* **Task directions**: Every line of the data that contains the string "lines" must be copied.

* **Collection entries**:
== == ==

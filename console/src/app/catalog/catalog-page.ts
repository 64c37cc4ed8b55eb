import { CurrencyPipe, DatePipe } from '@angular/common';
import { ChangeDetectionStrategy, Component, computed, effect, inject, signal, viewChild } from '@angular/core';
import { MatButton, MatIconButton } from '@angular/material/button';
import { MatDialog } from '@angular/material/dialog';
import { MatFormFieldModule } from '@angular/material/form-field';
import { MatIcon } from '@angular/material/icon';
import { MatInput } from '@angular/material/input';
import { MatPaginator } from '@angular/material/paginator';
import { MatProgressBar } from '@angular/material/progress-bar';
import { MatSnackBar } from '@angular/material/snack-bar';
import { MatSort, MatSortModule } from '@angular/material/sort';
import { MatTableDataSource, MatTableModule } from '@angular/material/table';
import { MatTooltip } from '@angular/material/tooltip';
import { firstValueFrom, forkJoin } from 'rxjs';

import type { StoredCatalog, StoredCatalogItem } from '../core/api-types.js';
import { Auth } from '../core/auth.js';
import { roleMay } from '../core/capabilities.js';
import { saveDownload } from '../core/file-download.js';
import { problemMessage } from '../core/problem-details.js';
import { LoadFailure } from '../core/load-failure.js';
import { CatalogApi } from './catalog-api.js';
import { CatalogImport } from './catalog-import.js';
import { CatalogItemDialog, type CatalogItemDialogData } from './catalog-item-dialog.js';
import { catalogItemDetails, catalogItemFilterText } from './catalog-item-details.js';

type Listing = { state: 'loading' } | { state: 'ready'; catalog: StoredCatalog } | { state: 'failed'; reason: string };

const READ_COLUMNS = ['sku', 'kind', 'description', 'details', 'unitPrice', 'active'] as const;

/** The stored catalog: import a CSV (checked first), browse, edit prices and names, retire SKUs, export. */
@Component({
  selector: 'tw-catalog-page',
  imports: [
    CurrencyPipe,
    DatePipe,
    MatTableModule,
    MatSortModule,
    MatPaginator,
    MatButton,
    MatIconButton,
    MatIcon,
    MatProgressBar,
    MatTooltip,
    MatFormFieldModule,
    MatInput,
    CatalogImport,
    LoadFailure,
  ],
  templateUrl: './catalog-page.html',
  styleUrl: './catalog-page.scss',
  changeDetection: ChangeDetectionStrategy.OnPush,
})
export class CatalogPage {
  private readonly api = inject(CatalogApi);
  private readonly dialog = inject(MatDialog);
  private readonly snackBar = inject(MatSnackBar);
  private readonly auth = inject(Auth);

  protected readonly listing = signal<Listing>({ state: 'loading' });
  protected readonly mayManage = computed(() => roleMay(this.auth.role(), 'catalog:manage'));
  protected readonly columns = computed(() => (this.mayManage() ? [...READ_COLUMNS, 'actions'] : [...READ_COLUMNS]));
  protected readonly items = new MatTableDataSource<StoredCatalogItem>([]);
  protected readonly itemCount = signal(0);
  protected readonly details = catalogItemDetails;
  protected readonly downloading = signal(false);

  private readonly sort = viewChild(MatSort);
  private readonly paginator = viewChild(MatPaginator);

  constructor() {
    this.items.filterPredicate = (item, filter) => catalogItemFilterText(item).includes(filter);
    this.items.sortingDataAccessor = (item, column) => {
      switch (column) {
        case 'unitPrice':
          return item.unitPrice ?? -1;
        case 'active':
          return item.active === false ? 0 : 1;
        case 'description':
          return (item.description ?? '').toLowerCase();
        default:
          return String((item as Record<string, unknown>)[column] ?? '').toLowerCase();
      }
    };
    // The table's sort and paginator exist only once the ready state has rendered.
    effect(() => {
      const sort = this.sort();
      const paginator = this.paginator();
      if (sort) this.items.sort = sort;
      if (paginator) this.items.paginator = paginator;
    });
    this.load();
  }

  protected load(): void {
    this.listing.set({ state: 'loading' });
    forkJoin([this.api.catalog(), this.api.allItems()]).subscribe({
      next: ([catalog, items]) => {
        this.setItems(items);
        this.listing.set({ state: 'ready', catalog });
      },
      error: (error: unknown) => this.listing.set({ state: 'failed', reason: problemMessage(error) }),
    });
  }

  protected filter(value: string): void {
    this.items.filter = value.trim().toLowerCase();
    this.items.paginator?.firstPage();
  }

  protected async edit(item: StoredCatalogItem, currency: string): Promise<void> {
    const data: CatalogItemDialogData = { item, currency };
    const ref = this.dialog.open<CatalogItemDialog, CatalogItemDialogData, StoredCatalogItem>(CatalogItemDialog, { data, width: '480px', maxWidth: '95vw' });
    const saved = await firstValueFrom(ref.afterClosed());
    if (saved) {
      this.replace(saved);
      this.tell(`Saved ${saved.sku}.`);
    }
  }

  protected async retire(item: StoredCatalogItem): Promise<void> {
    try {
      this.replace(await firstValueFrom(this.api.retire(item.sku)));
      this.tell(`Retired ${item.sku}: old estimates keep it, new ones never pick it.`);
    } catch (error) {
      this.tell(problemMessage(error));
    }
  }

  protected async restore(item: StoredCatalogItem): Promise<void> {
    try {
      this.replace(await firstValueFrom(this.api.patchItem(item.sku, { active: true })));
      this.tell(`${item.sku} is active again.`);
    } catch (error) {
      this.tell(problemMessage(error));
    }
  }

  protected async download(): Promise<void> {
    this.downloading.set(true);
    try {
      saveDownload(await firstValueFrom(this.api.export()), 'catalog.csv');
    } catch (error) {
      this.tell(problemMessage(error));
    } finally {
      this.downloading.set(false);
    }
  }

  protected imported(): void {
    this.load();
  }

  private setItems(items: StoredCatalogItem[]): void {
    this.items.data = items;
    this.itemCount.set(items.length);
  }

  private replace(item: StoredCatalogItem): void {
    this.setItems(this.items.data.map((i) => (i.sku === item.sku ? item : i)));
  }

  private tell(message: string): void {
    this.snackBar.open(message, 'Dismiss', { duration: 6000 });
  }
}
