import { estimateRequestSchema } from '../shared/schemas/estimate.js';
import * as ex from '../shared/schemas/estimate-examples.js';
import { estimate } from '../shared/sizing/estimate/estimate.js';
const name = process.argv[2] as keyof typeof ex;
const extra = process.argv[3] ? JSON.parse(process.argv[3]) : {};
const r = estimate(estimateRequestSchema.parse({ ...(ex as any)[name], ...extra }));
const pick = process.argv[4] ? process.argv[4].split(',') : ['summary', 'drivers', 'circuits', 'feeder', 'checks', 'bom', 'cables'];
console.log(JSON.stringify(Object.fromEntries(pick.map((k) => [k, (r as any)[k]])), null, 1));
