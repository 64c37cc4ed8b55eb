import type { Batch } from '../core/api-types.js';

const ID = '3d1f7c2a-9b4e-4f60-8a2d-5c7e1b9f0a34';

/** Test support: a job of the invented Alder Row development (demo-scenario.md), running by default. */
export function alderRowJob(overrides: Partial<Batch> = {}): Batch {
  const id = overrides.id ?? ID;
  return {
    id,
    name: 'Alder Row, plots 1-24',
    status: 'running',
    stopReason: null,
    source: 'csv',
    detail: 'summary',
    rows: { total: 24, done: 6, ok: 5, failed: 1, withFailingChecks: 2 },
    progress: 0.25,
    rowsPerSecond: 3,
    etaSeconds: 6,
    engineVersion: '0.1.0',
    catalogVersion: 3,
    createdBy: { type: 'user', id: '1f6d4c2a-8b3e-4f71-9a0c-5e2b7d9c1a34' },
    createdAt: '2026-12-02T09:00:00.000Z',
    startedAt: '2026-12-02T09:00:01.000Z',
    finishedAt: null,
    expiresAt: '2026-12-09T09:00:00.000Z',
    links: { self: `/v1/batches/${id}`, results: `/v1/batches/${id}/results`, errors: `/v1/batches/${id}/errors` },
    ...overrides,
  };
}

/** The same job once every row is answered. */
export function alderRowJobDone(overrides: Partial<Batch> = {}): Batch {
  return alderRowJob({
    status: 'succeeded',
    rows: { total: 24, done: 24, ok: 22, failed: 2, withFailingChecks: 3 },
    progress: 1,
    etaSeconds: null,
    finishedAt: '2026-12-02T09:00:09.000Z',
    ...overrides,
  });
}
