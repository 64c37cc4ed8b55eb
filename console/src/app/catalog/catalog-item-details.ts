import type { StoredCatalogItem } from '../core/api-types.js';

// Fields the table shows in columns of their own.
const OWN_COLUMNS = new Set(['sku', 'kind', 'description', 'unitPrice', 'active']);

function show(value: unknown): string {
  if (Array.isArray(value)) return value.map(show).join(', ');
  if (value !== null && typeof value === 'object') {
    return Object.entries(value)
      .map(([key, inner]) => `${key} ${show(inner)}`)
      .join(', ');
  }
  return String(value);
}

/** The kind's own figures in one line (`voltageV 24 · ratingW 100`), for the table and the filter. */
export function catalogItemDetails(item: StoredCatalogItem): string {
  return Object.entries(item)
    .filter(([key, value]) => !OWN_COLUMNS.has(key) && value !== undefined)
    .map(([key, value]) => `${key} ${show(value)}`)
    .join(' · ');
}

/** What the filter box matches: SKU, kind, name, figures and state. */
export function catalogItemFilterText(item: StoredCatalogItem): string {
  return [item.sku, item.kind, item.description ?? '', catalogItemDetails(item), item.active === false ? 'retired' : 'active'].join(' ').toLowerCase();
}
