ALTER TABLE "api_keys" ADD COLUMN "overlapping_secrets" jsonb DEFAULT '[]'::jsonb NOT NULL;--> statement-breakpoint
-- A secret still in its overlap keeps working: carry it over before the single columns go.
UPDATE "api_keys" SET "overlapping_secrets" = jsonb_build_array(jsonb_build_object('hash', "previous_secret_hash", 'validUntil', to_char("previous_valid_until" AT TIME ZONE 'UTC', 'YYYY-MM-DD"T"HH24:MI:SS.MS"Z"'))) WHERE "previous_secret_hash" IS NOT NULL AND "previous_valid_until" IS NOT NULL;
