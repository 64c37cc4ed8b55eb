import { createHash } from 'node:crypto';
import { readFileSync } from 'node:fs';
import { Script } from 'node:vm';
import { gzipSync } from 'node:zlib';
import { describe, expect, it } from 'vitest';
import { EMBED_BUDGET_GZIP_BYTES, type EmbedManifest } from '../../api/embed/bundle.js';

// Built by `npm run build` (build:embed) before this suite.
const script = readFileSync('dist/embed/treadwise-estimator.js');
const manifest = JSON.parse(readFileSync('dist/embed/manifest.json', 'utf8')) as EmbedManifest;

describe('the estimator script as built', () => {
  it(`stays within its budget of ${EMBED_BUDGET_GZIP_BYTES / 1000} kB gzipped`, () => {
    const gzipped = gzipSync(script, { level: 9 }).length;
    console.log(`treadwise-estimator.js: ${(script.length / 1000).toFixed(1)} kB, ${(gzipped / 1000).toFixed(1)} kB gzipped`);
    expect(gzipped).toBeLessThanOrEqual(EMBED_BUDGET_GZIP_BYTES);
  });

  it('is one classic script (no imports or exports) that a plain <script> tag runs', () => {
    expect(() => new Script(script.toString('utf8'), { filename: 'treadwise-estimator.js' })).not.toThrow();
  });

  it('matches the SRI hash its manifest publishes', () => {
    expect(manifest.integrity).toBe(`sha384-${createHash('sha384').update(script).digest('base64')}`);
    expect(manifest.url).toBe(`/embed/v1/${manifest.version}/treadwise-estimator.js`);
  });
});
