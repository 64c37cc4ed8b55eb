ALTER TABLE "plans" ADD COLUMN "max_api_keys" integer DEFAULT 5 NOT NULL;--> statement-breakpoint
-- Keys per organisation by plan (common practice for API platforms, no published source).
UPDATE "plans" SET "max_api_keys" = 25 WHERE "id" = 'shop';--> statement-breakpoint
UPDATE "plans" SET "max_api_keys" = 100 WHERE "id" = 'partner';--> statement-breakpoint
UPDATE "plans" SET "max_api_keys" = 1000 WHERE "id" = 'platform';
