import { existsSync, mkdtempSync, rmSync } from 'node:fs';
import { tmpdir } from 'node:os';
import path from 'node:path';
import { afterAll, describe, expect, it } from 'vitest';
import { startServerProcess } from './server-process.js';

const dataDir = mkdtempSync(path.join(tmpdir(), 'treadwise-lock-'));
afterAll(() => rmSync(dataDir, { recursive: true, force: true }));

describe('one server per data directory', () => {
  it('refuses a second server on the same DATA_DIR, starts at once after a crash, and releases the lock on shutdown', async () => {
    const first = await startServerProcess({ DATA_DIR: dataDir });

    // The second start fails with one line naming the directory and the holder, and exit code 1.
    const refused = await startServerProcess({ DATA_DIR: dataDir }).then(
      () => 'started',
      (err: Error) => err.message,
    );
    expect(refused).toMatch(/^server exited with 1:\n\n/);
    const lines = refused.replace(/^server exited with 1:\n/, '').split('\n').filter(Boolean);
    expect(lines).toEqual([`Treadwise failed to start: the data directory ${path.resolve(dataDir)} is in use by another Treadwise server (pid ${first.pid}); stop it first or set another DATA_DIR`]);
    // The refused start did not disturb the first one.
    expect((await fetch(`${first.url}/v1/health/ready`)).status).toBe(200);

    // A crash leaves the lock behind (fresh mtime, so a staleness rule alone would refuse);
    // the holder's pid is gone, so the next start takes over at once.
    expect(await first.kill('SIGKILL')).toBe('SIGKILL');
    expect(existsSync(path.join(dataDir, 'server.lock'))).toBe(true);
    const second = await startServerProcess({ DATA_DIR: dataDir });
    expect((await fetch(`${second.url}/v1/health/ready`)).status).toBe(200);

    expect(await second.stop()).toBe(0);
    expect(existsSync(path.join(dataDir, 'server.lock'))).toBe(false);
    expect(existsSync(path.join(dataDir, 'server.pid'))).toBe(false);
  });

  it('takes no lock with a real database server (DATABASE_URL): there is no data directory', async () => {
    // Config only: with DATABASE_URL and no secrets the start stops before any file is touched.
    const unused = path.join(dataDir, 'never-created');
    await expect(startServerProcess({ DATA_DIR: unused, DATABASE_URL: 'postgres://127.0.0.1:1/none' })).rejects.toThrow(/exited with 1/);
    expect(existsSync(unused)).toBe(false);
  });
});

== == ==

* **Exercise answer**:
    const lines = refused.replace(/^server exited with 1:\n/, '').split('\n').filter(Boolean);
    expect(lines).toEqual([`Treadwise failed to start: the data directory ${path.resolve(dataDir)} is in use by another Treadwise server (pid ${first.pid}); stop it first or set another DATA_DIR`]);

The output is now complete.